This is how post-modern climate "science" works:
Step 1: Decide what answer we want (0.75C warming).
Step 2: Decide what data to cherry-pick to get the answer we want.
Step 3: Decide what excuses you can use to explain the bits of cooling.
Step 3: Decide how to hide the uncertainty.
Step 4: Get some minion to plot the data because it is beneath our dignity and in any case we don't know how to run a spreadsheet.
Step 5: Publish the results and tell politicians it is settled science and something must be done.

Feb 2, 2012 at 8:13 AM | Unregistered CommenterPhillip Bratby

It's a powerful tool that Excel.

You can do just about anything with it.

Feb 2, 2012 at 8:25 AM | Unregistered CommenterGrantB

Matt Briggs, prescient as ever:

http://wmbriggs.com/blog/?p=5107

Feb 2, 2012 at 8:30 AM | Unregistered CommenterSean inglis

Wow, looking at that thread it just looks like they're chopping and dicing the record and serving it up like Delia in the most tasty presentably alarmist way they can there.

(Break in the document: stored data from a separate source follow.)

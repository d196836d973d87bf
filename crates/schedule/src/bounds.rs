//! Lower bounds reported beside a plan's figures, so its quality can be judged.

use crate::planner::Planner;

/// Lower bounds of a plan.
#[derive(Debug, Clone, Copy, Default)]
pub(crate) struct Bounds {
    pub chain_s: i64,
    pub work_s: i64,
    pub weighted_tardiness_milli: i128,
}

impl Planner {
    /// Lower bounds for plans that place the lots marked in `placed`.
    pub(crate) fn lower_bounds(&self, placed: &[bool]) -> Bounds {
        let mut bounds = Bounds::default();
        let usable: Vec<usize> = (0..self.rigs.len()).filter(|&r| self.rigs[r].usable).collect();
        // Each placed lot as (the usable rigs that may test it, as bits; its shortest processing).
        let mut lots: Vec<(u64, i64)> = Vec::new();
        for (j, job) in self.jobs.iter().enumerate() {
            if !placed[j] {
                continue;
            }
            let earliest_end = job
                .eligible
                .iter()
                .filter_map(|&r| {
                    let on = job.on[r]?;
                    Some(job.ready_s.max(self.rigs[r].check_end_s + self.rigs[r].setup_s) + on.processing_s)
                })
                .min()
                .unwrap_or(0);
            bounds.chain_s = bounds.chain_s.max(earliest_end);
            if let Some(due) = job.due_s {
                bounds.weighted_tardiness_milli +=
                    i128::from(job.weight_milli) * i128::from((earliest_end - due).max(0));
            }
            let mask = usable
                .iter()
                .enumerate()
                .filter(|(_, &r)| job.on[r].is_some())
                .fold(0u64, |mask, (bit, _)| if bit < 64 { mask | (1u64 << bit) } else { mask });
            let shortest =
                job.eligible.iter().filter_map(|&r| job.on[r]).map(|on| on.processing_s).min().unwrap_or(0);
            lots.push((mask, shortest));
        }
        // Work bound: for a group of rigs, the lots only that group may test must fit on it,
        // each rig working from its first free moment. Every group when there are few rigs;
        // otherwise all rigs together and each lot's own group.
        let first_free: Vec<i64> =
            usable.iter().map(|&r| self.rigs[r].check_end_s + self.rigs[r].setup_s).collect();
        if usable.len() > 64 {
            // Too many rigs for a bit set: all rigs together only.
            let work = lots.iter().map(|(_, p)| p).sum();
            bounds.work_s = fill_time(&mut first_free.clone(), work);
            return bounds;
        }
        let all = if usable.len() == 64 { u64::MAX } else { (1u64 << usable.len()) - 1 };
        let groups: Vec<u64> = if usable.len() <= 12 {
            (1..=all).collect()
        } else {
            let mut groups: Vec<u64> = lots.iter().map(|(mask, _)| *mask).collect();
            groups.push(all);
            groups.sort_unstable();
            groups.dedup();
            groups
        };
        let first_free: Vec<i64> =
            usable.iter().map(|&r| self.rigs[r].check_end_s + self.rigs[r].setup_s).collect();
        let mut starts = Vec::with_capacity(usable.len());
        for group in groups {
            let work: i64 = lots.iter().filter(|(mask, _)| mask & !group == 0).map(|(_, p)| p).sum();
            if work == 0 {
                continue;
            }
            starts.clear();
            starts.extend(
                (0..usable.len()).filter(|&bit| group & (1u64 << bit) != 0).map(|bit| first_free[bit]),
            );
            bounds.work_s = bounds.work_s.max(fill_time(&mut starts, work));
        }
        bounds
    }
}

/// The least T with Σ max(0, T − start) ≥ work over the rigs' `starts` (rounded up).
fn fill_time(starts: &mut [i64], work: i64) -> i64 {
    starts.sort_unstable();
    let mut sum = 0i64;
    for (k, &start) in starts.iter().enumerate() {
        sum += start;
        let count = k as i64 + 1;
        // With the first `count` rigs working, T = (work + Σ starts) / count, rounded up;
        // it holds when the next rig would not have started yet.
        let t = (work + sum + count - 1) / count;
        let next = starts.get(k + 1).copied().unwrap_or(i64::MAX);
        if t <= next {
            return t.max(start);
        }
    }
    starts.first().map_or(0, |first| first + work)
}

I love the bit where Trenberth goes off on a little interpretive jazz riff of what the data means:

In fact this could be linked to the modeling and attribution chapter to say that the warming in the first part of the 20th century was partly due to solar, the cooling from 1940 to 1970 to increased aerosol, and the warming after 1970 to the increasing GHGs.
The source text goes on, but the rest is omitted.